▶ [Problem to work on] Your task is to repeat exactly the lines below between the line holding "or command. */" and the line holding "if (!reader.is('aei∞F√C(')) reader.fail('missing-argument", inclusive, and only those.

▶ [Records provided]
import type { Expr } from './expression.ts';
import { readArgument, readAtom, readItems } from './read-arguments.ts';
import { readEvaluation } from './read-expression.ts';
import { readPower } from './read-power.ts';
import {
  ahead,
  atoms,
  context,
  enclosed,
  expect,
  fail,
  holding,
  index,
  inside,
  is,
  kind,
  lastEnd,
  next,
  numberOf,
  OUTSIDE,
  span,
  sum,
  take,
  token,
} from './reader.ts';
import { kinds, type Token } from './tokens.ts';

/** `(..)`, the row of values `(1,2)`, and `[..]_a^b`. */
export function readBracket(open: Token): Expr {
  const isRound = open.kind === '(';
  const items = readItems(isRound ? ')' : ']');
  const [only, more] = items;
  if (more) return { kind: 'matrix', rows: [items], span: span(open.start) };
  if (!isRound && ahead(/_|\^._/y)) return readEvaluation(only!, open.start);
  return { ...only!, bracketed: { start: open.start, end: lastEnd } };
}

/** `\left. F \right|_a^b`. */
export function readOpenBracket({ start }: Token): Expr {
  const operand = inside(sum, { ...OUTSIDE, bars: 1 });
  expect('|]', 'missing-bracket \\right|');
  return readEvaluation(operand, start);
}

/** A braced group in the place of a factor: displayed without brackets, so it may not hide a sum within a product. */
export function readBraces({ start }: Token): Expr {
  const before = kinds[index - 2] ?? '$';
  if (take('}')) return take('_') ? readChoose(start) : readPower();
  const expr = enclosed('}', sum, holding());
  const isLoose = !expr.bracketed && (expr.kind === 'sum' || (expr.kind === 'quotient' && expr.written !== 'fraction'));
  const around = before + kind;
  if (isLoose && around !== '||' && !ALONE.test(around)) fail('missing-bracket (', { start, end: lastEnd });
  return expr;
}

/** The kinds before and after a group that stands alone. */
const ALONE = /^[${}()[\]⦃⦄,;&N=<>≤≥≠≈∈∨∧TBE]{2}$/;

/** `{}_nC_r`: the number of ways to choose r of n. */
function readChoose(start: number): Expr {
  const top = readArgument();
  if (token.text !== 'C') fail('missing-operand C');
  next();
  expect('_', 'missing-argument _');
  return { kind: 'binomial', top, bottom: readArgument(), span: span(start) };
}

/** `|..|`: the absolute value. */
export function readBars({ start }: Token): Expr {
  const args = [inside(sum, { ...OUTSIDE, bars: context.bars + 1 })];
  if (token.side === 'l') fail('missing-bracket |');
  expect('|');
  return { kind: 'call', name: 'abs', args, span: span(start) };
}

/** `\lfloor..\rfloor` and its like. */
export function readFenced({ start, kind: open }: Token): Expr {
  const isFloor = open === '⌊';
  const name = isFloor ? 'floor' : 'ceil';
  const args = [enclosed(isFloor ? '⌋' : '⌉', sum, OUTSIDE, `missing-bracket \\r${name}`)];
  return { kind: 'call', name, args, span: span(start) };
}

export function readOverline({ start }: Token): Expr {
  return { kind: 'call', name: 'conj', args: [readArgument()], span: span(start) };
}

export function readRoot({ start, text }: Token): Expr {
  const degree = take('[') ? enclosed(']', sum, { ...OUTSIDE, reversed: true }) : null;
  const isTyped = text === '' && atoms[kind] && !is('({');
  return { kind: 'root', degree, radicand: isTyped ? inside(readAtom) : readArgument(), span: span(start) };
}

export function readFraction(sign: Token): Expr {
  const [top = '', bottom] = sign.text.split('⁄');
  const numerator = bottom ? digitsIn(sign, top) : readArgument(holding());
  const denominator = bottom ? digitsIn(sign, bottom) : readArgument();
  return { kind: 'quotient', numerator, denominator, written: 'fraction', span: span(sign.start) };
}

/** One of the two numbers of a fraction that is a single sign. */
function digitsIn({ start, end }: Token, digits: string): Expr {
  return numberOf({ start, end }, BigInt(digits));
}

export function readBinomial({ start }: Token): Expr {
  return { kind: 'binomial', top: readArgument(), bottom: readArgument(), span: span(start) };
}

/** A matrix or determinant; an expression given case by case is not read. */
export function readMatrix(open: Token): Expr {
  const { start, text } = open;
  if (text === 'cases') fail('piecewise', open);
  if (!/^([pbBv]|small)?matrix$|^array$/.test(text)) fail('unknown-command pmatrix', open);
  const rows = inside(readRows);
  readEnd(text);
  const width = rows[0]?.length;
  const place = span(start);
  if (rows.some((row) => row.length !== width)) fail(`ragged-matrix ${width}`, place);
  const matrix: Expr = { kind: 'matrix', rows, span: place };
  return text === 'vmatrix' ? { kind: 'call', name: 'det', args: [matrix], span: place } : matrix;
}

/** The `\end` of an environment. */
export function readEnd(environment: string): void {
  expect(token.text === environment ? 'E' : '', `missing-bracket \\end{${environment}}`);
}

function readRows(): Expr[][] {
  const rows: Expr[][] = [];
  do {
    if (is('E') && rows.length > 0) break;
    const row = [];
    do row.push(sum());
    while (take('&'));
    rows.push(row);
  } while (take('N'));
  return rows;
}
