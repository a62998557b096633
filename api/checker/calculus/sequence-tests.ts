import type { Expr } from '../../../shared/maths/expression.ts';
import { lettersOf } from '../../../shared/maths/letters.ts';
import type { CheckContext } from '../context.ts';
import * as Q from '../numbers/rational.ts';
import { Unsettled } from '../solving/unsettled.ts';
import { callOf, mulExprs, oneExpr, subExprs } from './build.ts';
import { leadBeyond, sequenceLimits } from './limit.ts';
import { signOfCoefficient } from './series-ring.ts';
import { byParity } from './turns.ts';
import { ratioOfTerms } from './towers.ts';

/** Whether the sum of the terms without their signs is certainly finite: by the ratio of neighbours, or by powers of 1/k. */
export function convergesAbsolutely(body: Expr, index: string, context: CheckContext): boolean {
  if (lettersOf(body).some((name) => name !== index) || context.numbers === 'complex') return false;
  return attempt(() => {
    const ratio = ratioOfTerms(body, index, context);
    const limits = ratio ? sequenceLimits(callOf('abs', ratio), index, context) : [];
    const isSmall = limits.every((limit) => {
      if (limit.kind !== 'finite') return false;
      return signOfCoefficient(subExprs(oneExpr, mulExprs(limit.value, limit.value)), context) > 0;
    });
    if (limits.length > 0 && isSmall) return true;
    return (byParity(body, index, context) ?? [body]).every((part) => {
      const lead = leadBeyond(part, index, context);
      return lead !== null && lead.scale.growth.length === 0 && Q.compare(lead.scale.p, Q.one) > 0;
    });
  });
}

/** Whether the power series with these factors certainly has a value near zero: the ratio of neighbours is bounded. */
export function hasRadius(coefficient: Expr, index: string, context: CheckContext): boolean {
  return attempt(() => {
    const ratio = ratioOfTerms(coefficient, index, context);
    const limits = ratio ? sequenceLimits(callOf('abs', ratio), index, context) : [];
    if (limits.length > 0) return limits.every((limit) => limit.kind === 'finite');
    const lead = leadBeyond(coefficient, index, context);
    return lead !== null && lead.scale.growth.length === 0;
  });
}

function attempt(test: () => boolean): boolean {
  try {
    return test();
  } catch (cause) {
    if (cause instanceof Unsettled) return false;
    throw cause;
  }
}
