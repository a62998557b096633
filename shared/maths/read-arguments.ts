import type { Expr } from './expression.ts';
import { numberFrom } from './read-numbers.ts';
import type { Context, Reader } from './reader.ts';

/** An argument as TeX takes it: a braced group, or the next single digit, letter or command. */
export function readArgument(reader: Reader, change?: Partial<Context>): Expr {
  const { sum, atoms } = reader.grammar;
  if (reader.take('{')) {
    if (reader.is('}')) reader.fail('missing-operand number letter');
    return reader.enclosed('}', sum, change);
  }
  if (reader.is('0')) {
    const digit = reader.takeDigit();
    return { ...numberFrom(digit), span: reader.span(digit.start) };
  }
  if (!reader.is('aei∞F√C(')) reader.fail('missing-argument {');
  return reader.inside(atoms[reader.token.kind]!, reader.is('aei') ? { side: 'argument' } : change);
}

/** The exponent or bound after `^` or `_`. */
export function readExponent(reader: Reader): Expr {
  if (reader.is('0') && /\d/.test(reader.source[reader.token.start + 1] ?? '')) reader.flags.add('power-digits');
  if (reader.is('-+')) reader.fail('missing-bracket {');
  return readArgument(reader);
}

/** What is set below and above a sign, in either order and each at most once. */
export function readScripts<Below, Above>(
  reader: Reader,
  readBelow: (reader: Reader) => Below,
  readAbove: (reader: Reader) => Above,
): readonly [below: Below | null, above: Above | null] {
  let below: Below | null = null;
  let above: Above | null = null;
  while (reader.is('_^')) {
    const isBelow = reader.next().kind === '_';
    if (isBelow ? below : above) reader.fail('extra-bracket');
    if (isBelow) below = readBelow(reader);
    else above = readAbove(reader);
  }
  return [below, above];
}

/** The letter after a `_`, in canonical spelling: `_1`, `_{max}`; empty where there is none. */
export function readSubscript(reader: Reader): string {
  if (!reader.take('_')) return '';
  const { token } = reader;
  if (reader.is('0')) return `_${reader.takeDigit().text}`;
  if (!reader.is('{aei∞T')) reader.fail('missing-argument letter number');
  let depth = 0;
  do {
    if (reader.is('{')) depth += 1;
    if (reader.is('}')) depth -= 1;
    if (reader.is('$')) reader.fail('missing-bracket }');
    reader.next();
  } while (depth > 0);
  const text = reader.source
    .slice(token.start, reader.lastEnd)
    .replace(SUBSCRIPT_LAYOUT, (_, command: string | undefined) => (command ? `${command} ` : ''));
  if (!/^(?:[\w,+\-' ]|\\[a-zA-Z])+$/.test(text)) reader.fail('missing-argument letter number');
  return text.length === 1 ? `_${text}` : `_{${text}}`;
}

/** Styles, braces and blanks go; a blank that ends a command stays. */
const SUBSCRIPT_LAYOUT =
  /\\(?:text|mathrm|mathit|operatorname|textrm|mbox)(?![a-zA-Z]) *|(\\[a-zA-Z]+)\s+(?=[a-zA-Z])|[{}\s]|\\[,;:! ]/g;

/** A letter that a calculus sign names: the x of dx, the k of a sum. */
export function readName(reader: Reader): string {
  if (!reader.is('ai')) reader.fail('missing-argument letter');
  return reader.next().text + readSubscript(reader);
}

▶ [Response to this task]
/** An argument as TeX takes it: a braced group, or the next single digit, letter or command. */
export function readArgument(reader: Reader, change?: Partial<Context>): Expr {
  const { sum, atoms } = reader.grammar;
  if (reader.take('{')) {
    if (reader.is('}')) reader.fail('missing-operand number letter');
    return reader.enclosed('}', sum, change);
  }
  if (reader.is('0')) {
    const digit = reader.takeDigit();
    return { ...numberFrom(digit), span: reader.span(digit.start) };
  }
  if (!reader.is('aei∞F√C(')) reader.fail('missing-argument {');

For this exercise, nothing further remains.